Repeat the entries below exactly. Begin with the first line and end with the line that contains "(friction and iron, independent".

Record excerpts START

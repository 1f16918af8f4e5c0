"""Vectorised evaluation of candidates against a load envelope.

Arrays have shape (N candidates, S segments); candidates are processed in
chunks of :data:`CHUNK` (side by side on :data:`WORKERS` threads) and nothing
loops over candidates.  The physics comes from :mod:`catalog.physics`; this
module only chains it.

Model per segment (speed ramps linearly, so acceleration, motor torque and
current are constant within a segment; voltage is linear in speed and so
extreme at a segment end):

* gear output torque  T_out = T_load + J_load·α_load  [N·m];
* motor shaft torque  T_m = (J_rotor + J_gear)·n·α + T_out/(n·η) where the
  motor drives (T_out·ω_load ≥ 0), T_out·η/n where the load drives and the
  envelope allows back-driving (``load.back_drive``), as
  :func:`catalog.physics.required_motor_torque`;
* electromagnetic torque  T_em = T_m + T_f·sign(ω)  (friction opposes motion;
  none at standstill);
* current I = T_em/Kt(T); voltage V = R(T)·I + V_brush·sign(I) + Ke(T)·ω at
  both segment ends (the brushes of a brushed motor drop their voltage in the
  direction of the current), needed |V| (inductive drop L·dI/dt neglected:
  currents are constant within a segment), in two corners: cold (winding and
  magnet at ambient: the strongest back-EMF) and hot (at the peak winding
  temperature, at most the winding's limit: highest R, lowest Kt); the worse
  counts.  Currents are taken hot (largest).

Losses: the copper loss I²·R, and the no-load loss T_f·|ω| = Kt·I0·|ω|
(friction and iron, independent of the winding temperature, ramping with
the speed) at the node where it arises
(:func:`catalog.select.candidates.no_load_at_winding`: the winding of a
brushed motor, the housing of a brushless one).

Winding temperature: the losses drive the two-node network at
the envelope ambient with R and Kt following the winding temperature at every
instant: the copper loss scales with s(θ) = R(θ)/Kt(θ)² relative to ambient,
θ the winding rise.  Solved
exactly (:func:`catalog.physics.hot_network_rise`: the loss is affine in the
winding temperature on each step of a segment, so every step has a closed
form; periodic state of a repeated cycle, one pass from cold otherwise; within
a thousandth of a kelvin or so of a direct integration), but only where it
matters, because it costs a matrix exponential per candidate and segment.
Brackets of the peak rise come first: the network is linear, so the rise with
every copper loss at ambient is one product with the motor's response matrix
per ratio (:func:`catalog.physics.network_response`), and the no-load loss's
rise is exact and the same per motor for all its ratios but for the factor
T_f·n (:func:`catalog.physics.network_ramp_rise`, once per motor of the
catalogue); since s grows with θ, every copper loss held at the s of the peak
gives an upper bracket (a scalar fixed point,
:func:`catalog.physics.hot_winding_rise`; none is thermal runaway, the
conservative screen) and every copper loss held at the s of the cycle's
coolest winding temperature (itself bounded from below with the no-load
loss's lowest rise) a lower one, taken at every segment end with the no-load
rise there.  Every verdict moves monotonically with the
peak temperature, so a candidate whose verdicts agree at both brackets is
decided; the others, and every candidate whose numbers are shown (shortlist,
``--explain``, exports, diagrams), get the exact solution.  Operating points:
the steady state of the hottest continuous point, where the fixed point is
exact.  The network's maps depend on the motor only, so they are built once
per motor.
"""
from __future__ import annotations

__all__ = ["evaluate", "at_corners", "checked", "rise_brackets", "evaluate_all", "checked_in_chunks", "chunk_rows",
           "CHUNK",
           "CHUNK_BYTES", "EXACT_CHUNK", "KERNEL_MIN", "KERNEL_CHUNK", "WORKERS", "FALLBACK_TEMPERATURE"]

import math
import os
import threading
from concurrent.futures import ThreadPoolExecutor

import numpy as np

from ..physics import (energy_per_cycle, hot_network_rise, network_capacity_maps, network_ramp_rise, network_response,
                       network_rise_path)
from ..physics import network as physics_network
from ..physics import temperature as physics_temperature
from ..physics.network import NetworkMaps

# The physics functions without their container conversion (arrays in, arrays out here): the
# wrapper's checks cost more than the arithmetic on a chunk of a few hundred rows.
hot_winding_rise = physics_network.hot_winding_rise.__wrapped__
resistance_at_temperature = physics_temperature.resistance_at_temperature.__wrapped__
torque_constant_at_temperature = physics_temperature.torque_constant_at_temperature.__wrapped__

CHUNK = 32768            #: candidates per chunk at most [-]
#: Scratch memory of one chunk [bytes]: its (S, N) arrays (about :data:`_SEGMENT_ARRAYS` of
#: them) stay within this whatever the number of segments S, so a chunk holds fewer candidates
#: the longer the cycle (:func:`chunk_rows`).
CHUNK_BYTES = 128 * 2**20
#: The network's response matrices of a chunk's motors ((S + 1) x S each) are used where they fit
#: in this [bytes]; else the network is swept segment by segment (the same numbers).
RESPONSE_BYTES = 64 * 2**20
#: The network maps of every motor of the catalogue (9 arrays of M x S) are built once where they
#: fit in this [bytes]; else each chunk builds those of its own motors.
MAPS_BYTES = 256 * 2**20
_SEGMENT_ARRAYS = 16
_RAMP_ARRAYS = 64        #: (S,) arrays per motor held at once by the no-load loss's exact response, about [-]
#: Candidates from which a selection's verdict pass runs compiled (:mod:`catalog.select.kernel`;
#: the numpy path below it, and always for the numbers shown) [-]
KERNEL_MIN = 200_000
#: Candidates per chunk of the compiled pass (it holds no (S, N) arrays, whatever the segments S;
#: fewer, larger chunks spend less time in the interpreter) [-]
KERNEL_CHUNK = 131072
EXACT_CHUNK = 8192       #: candidates per chunk of the exact winding temperature [-]
WORKERS = max(1, min(4, os.cpu_count() or 1))  #: chunks evaluated at once (threads) [-]
FALLBACK_TEMPERATURE = 428.15  #: winding temperature assumed where thermal data is missing [K]

THERMAL_FIELDS = ("thermal_resistance_winding_housing", "thermal_resistance_housing_ambient",
                  "max_winding_temperature")
#: the candidate columns :func:`evaluate` reads
EVAL_KEYS = ("motor_ix", "terminal_resistance", "torque_constant", "back_emf_constant", "friction_torque",
             "rotor_inertia", "gear_inertia", "thermal_resistance_winding_housing",
             "thermal_resistance_housing_ambient", "thermal_time_constant_winding", "thermal_time_constant_motor",
             "max_winding_temperature", "resistance_reference_temperature", "magnet_coefficient", "ratio",
             "efficiency", "winding_heat_capacity", "housing_heat_capacity", "no_load_at_winding",
             "brush_voltage_drop")
CYCLE_THERMAL_FIELDS = ("thermal_time_constant_winding", "thermal_time_constant_motor")
#: the candidate columns of the two-node network, in the order of :func:`catalog.physics.network_capacity_maps`
#: (the heat capacities are the datasheet's; the housing-to-ambient resistance has the cooling factor)
THERMAL_NETWORK_FIELDS = ("thermal_resistance_winding_housing", "thermal_resistance_housing_ambient",
                          "winding_heat_capacity", "housing_heat_capacity")


def _segments(env) -> dict:
    """What every candidate shares: the load side of each segment (S,) arrays."""
    dur = env.duration
    w0, w1 = env.speed_start, env.speed_end
    cycle = env.mode == "cycle"
    alpha = (w1 - w0) / dur if cycle else np.zeros_like(w0)
    w_mid = (w0 + w1) / 2.0
    t_out = env.torque + env.load_inertia * alpha                     # signed, at the gear output
    driving = np.sign(t_out) * np.sign(w_mid) >= 0.0
    w_abs = np.fmax(np.abs(w0), np.abs(w1))
    out_abs = np.abs(t_out)
    if cycle:
        out_rms = float(np.sqrt(np.sum(out_abs * out_abs * dur) / np.sum(dur)))
    else:
        out_rms = float(np.max(out_abs[env.continuous])) if env.continuous.any() else 0.0
    fs = np.sign(w_mid)
    basis = np.column_stack([alpha, np.where(driving, t_out, 0.0), np.where(driving, 0.0, t_out), fs])
    return {"dur": dur, "w0": w0, "w1": w1, "alpha": alpha, "friction_sign": fs,
            "basis": np.ascontiguousarray(basis),                        # (S, 4): T_em = basis @ coef
            "voltage_basis": np.ascontiguousarray(np.column_stack([basis, w_mid])), "w_mid": w_mid,
            "half_span": np.abs(w1 - w0) / 2.0,
            "t_out_abs": out_abs, "out_rms": out_rms, "speed_seg": int(np.argmax(w_abs)),
            "w_abs_max": float(np.max(w_abs)), "gear_out_seg": int(np.argmax(out_abs))}


_LOCAL = threading.local()


def _buffer(name: str, shape: tuple) -> np.ndarray:
    """A scratch array of ``shape`` kept per thread and reused chunk after chunk.

    Fresh megabyte-sized arrays come from the operating system page by page,
    and touching a page the first time costs microseconds on a virtual
    machine: on this kind of machine more than the arithmetic on it.  Scratch
    arrays never leave :func:`evaluate`.
    """
    pool = _LOCAL.__dict__.setdefault("buffers", {})
    size = math.prod(shape)
    buf = pool.get(name)
    if buf is None or buf.size < size:
        buf = pool[name] = np.empty(max(size, CHUNK * 32))
    return buf[:size].reshape(shape)


def chunk_rows(n_segments: int) -> int:
    """Candidates per chunk for ``n_segments`` segments: :data:`CHUNK`, fewer where its (S, N)
    arrays would pass :data:`CHUNK_BYTES` (at least 64)."""
    return int(max(64, min(CHUNK, CHUNK_BYTES // (8 * _SEGMENT_ARRAYS * max(1, n_segments)))))


def _motor_runs(motor_ix):
    """(first row of each run of one motor, run lengths) of a chunk."""
    starts = np.flatnonzero(np.r_[True, motor_ix[1:] != motor_ix[:-1]])
    return starts, np.diff(np.r_[starts, len(motor_ix)])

Record excerpts END

Exercise response:
repository 1f16918af8f4e5c0
"""Vectorised evaluation of candidates against a load envelope.

Arrays have shape (N candidates, S segments); candidates are processed in
chunks of :data:`CHUNK` (side by side on :data:`WORKERS` threads) and nothing
loops over candidates.  The physics comes from :mod:`catalog.physics`; this
module only chains it.

Model per segment (speed ramps linearly, so acceleration, motor torque and
current are constant within a segment; voltage is linear in speed and so
extreme at a segment end):

* gear output torque  T_out = T_load + J_load·α_load  [N·m];
* motor shaft torque  T_m = (J_rotor + J_gear)·n·α + T_out/(n·η) where the
  motor drives (T_out·ω_load ≥ 0), T_out·η/n where the load drives and the
  envelope allows back-driving (``load.back_drive``), as
  :func:`catalog.physics.required_motor_torque`;
* electromagnetic torque  T_em = T_m + T_f·sign(ω)  (friction opposes motion;
  none at standstill);
* current I = T_em/Kt(T); voltage V = R(T)·I + V_brush·sign(I) + Ke(T)·ω at
  both segment ends (the brushes of a brushed motor drop their voltage in the
  direction of the current), needed |V| (inductive drop L·dI/dt neglected:
  currents are constant within a segment), in two corners: cold (winding and
  magnet at ambient: the strongest back-EMF) and hot (at the peak winding
  temperature, at most the winding's limit: highest R, lowest Kt); the worse
  counts.  Currents are taken hot (largest).

Losses: the copper loss I²·R, and the no-load loss T_f·|ω| = Kt·I0·|ω|
(friction and iron, independent of the winding temperature, ramping with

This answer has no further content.